How about a little Bobby Reid reaction to the Mike Gundy rant... Long read, but worth it...

The lethal combination of testosterone, Red Bull and YouTube got us to this awkward place. It's a place where a coach is a cult figure for hollering: "I'm a man! I'm 40!" And it's a place where a quarterback is a vagabond -- for not hollering back.

Seven months later, the tirade of the century still has legs, and those legs are leaning against a rusted goalpost in Houston. The quarterback's name is Bobby Reid, and if his pulse is quick and his tongue is acid, it's because he's still stewing over the 3-minute, 20-second rant that "basically ended my life."

The problem is, nobody realizes it. He was at a party last fall with a teammate, receiver Adarius Bowman, when two co-eds found out he and Bowman were football players at Oklahoma State.

Co-ed: "Oh! Your coach is such a great guy, the way he stood up for his quarterback!"

Bowman: "This is the boy you're talking about right here. This is Bobby Reid. This is the quarterback."

Co-ed: "Well, your coach is such a magnificent man. He's a hero in my book."

Reid: "Sweetheart, pump your brakes. It's not what you think it is. Let me tell you the story."

So he told her a story ...

They built this quarterback in Southern Texas. They dubbed him the next Vince Young, they charted his long passes with a tape measure, and, when he led his Houston high school to the 2003 Class 5A State title, they figured someday he'd be playing on Sundays.

Reid had it all: arm, legs, smarts, manners and an unlisted phone number. Then Oklahoma State coach Les Miles, offered him his first scholarship and a mesmerized Reid accepted. Ohio State recruited him anyway, and Reid even let Jim Tressel into his home. But Reid's word was oak, and Miles considered it the biggest recruiting coup at the school since Thurman Thomas.

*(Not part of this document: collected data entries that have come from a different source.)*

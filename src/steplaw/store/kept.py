"""Answers from the store where it has them, from a host where it has not."""

from __future__ import annotations

import hashlib
import json
import os
import platform
import sys
from collections.abc import Callable, Iterator, Mapping, Sequence
from functools import cache
from pathlib import Path
from typing import Any

import steplaw
from steplaw.host.asking import Asker, Reply, Size
from steplaw.store.database import Store

#: Failures that the same code and input bring about again.
_LASTING = ("raised", "feed", "exit")


class Kept(Asker):
    """A subject whose finished runs are kept.

    Parameters
    ----------
    store : Store
        Where they are kept.
    make : callable
        Gives what runs the subject, when something must be run.
    question : mapping
        What else tells these runs from others of the same subject.
    ahead : int
        How many runs ahead what runs the subject makes use of.
    *job, **settings
        As for `Asker`.
    """

    def __init__(
        self,
        store: Store,
        make: Callable[[], Asker],
        question: Mapping[str, Any],
        *job: Any,
        ahead: int = 0,
        **settings: Any,
    ) -> None:
        super().__init__(*job, **settings)
        self.ahead = ahead
        self._store = store
        self._make = make
        self._made: Asker | None = None
        self._asked = {
            **_surroundings(),
            **question,
            **{name: value for name, value in self.job.items() if name != "limits"},
        }
        self._questions: list[str] = []
        self._expected: set[str] = set()

    @property
    def runs(self) -> Asker:
        """What runs the subject, started at the first use."""
        if self._made is None:
            self._made = self._make()
        return self._made

    def _question(self, request: Mapping[str, Any]) -> str:
        text = json.dumps([self._asked, request], sort_keys=True)
        return hashlib.sha256(text.encode()).hexdigest()

    def introduce(self) -> Reply:
        """Give the subject as it was when it was last loaded, or load it."""
        request = {"do": "introduce"}
        question = self._question(request)
        kept = self._store.find(question)
        if kept is not None:
            return kept[0]
        reply = self.runs.load()
        if "code" in reply:
            self._keep(question, request, reply["code"], [reply])
        return reply

    def answers(self, request: Mapping[str, Any]) -> Iterator[Reply]:
        """Give the kept replies, or have it done and keep them."""
        question = self._question(request)
        kept = self._store.find(question)
        if kept is not None:
            yield from kept
            return
        self.runs.load()
        replies: list[Reply] = []
        for reply in self.runs.answers(request):
            replies.append(reply)
            if _lasts(reply):
                self._keep(question, request, _code(replies), replies)
            yield reply

    def _keep(
        self, question: str, request: Mapping[str, Any], told: Any, replies: Sequence[Reply]
    ) -> None:
        if told is None:
            return
        kept = [reply for reply in replies if "progress" not in reply]
        shown = json.dumps({k: v for k, v in request.items() if k not in ("input", "inputs")})
        if self._store.keep(question, told, kept, subject=self.subject, request=shown):
            self._questions.append(question)

    def expect(self, wanted: Sequence[tuple[Size, int | None]]) -> None:
        """Pass on what the store does not have."""
        missing = []
        for at, draw in wanted:
            question = self._question(self.request(at, draw))
            if question not in self._expected:
                self._expected.add(question)
                if self._store.find(question) is None:
                    missing.append((at, draw))
        if missing:
            self.runs.expect(missing)

    def forget(self) -> None:
        """Take out what was kept here: its runs turned out to differ from each other."""
        self._store.forget(self._questions)

    def close(self) -> None:
        """End what runs the subject."""
        if self._made is not None:
            self._made.close()


def _lasts(reply: Reply) -> bool:
    failed = reply.get("failed")
    return "done" in reply or (failed is not None and failed["kind"] in _LASTING)


def _code(replies: Sequence[Reply]) -> Any:
    """Give what the host told of the run, None where it told nothing."""
    return next((reply["code"] for reply in reversed(replies) if "code" in reply), None)


@cache
def _surroundings() -> dict[str, Any]:
    """Give what all runs of this process have in common."""
    return {
        "python": sys.version,
        "platform": [sys.platform, platform.machine()],
        "steplaw": steplaw.__version__,
        "build": _build(),
        "folder": os.getcwd(),  # noqa: PTH109
        "path": sys.path,
    }


def _build() -> str:
    """Give the digest of steplaw's own code."""
    told = hashlib.sha256()
    for path in sorted(Path(steplaw.__file__).parent.rglob("*.py")):
        told.update(path.read_bytes())
    return told.hexdigest()


def machine() -> list[Any]:
    """Give what tells the clock of this machine from others'."""
    return [platform.node(), platform.processor(), os.cpu_count()]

The kid was 6-foot-4, 235 pounds and so quick he'd never taken a direct hit. Better yet, he'd graduated from high school early, which meant he could attend spring practice before his freshman season.

It had a certain Oklahoma State quarterback coach frothing at the mouth.

A quarterback coach named Mike Gundy.

Right away, Reid thought Gundy was hilarious. The coach kept it loose in quarterback meetings and rarely went anywhere without a can of soda or Red Bull. Gundy, in the '80s, had been a stellar quarterback himself at Oklahoma State, but now he was a bit hyper, a bit overcaffeined and a bit entertaining. Reid dug him.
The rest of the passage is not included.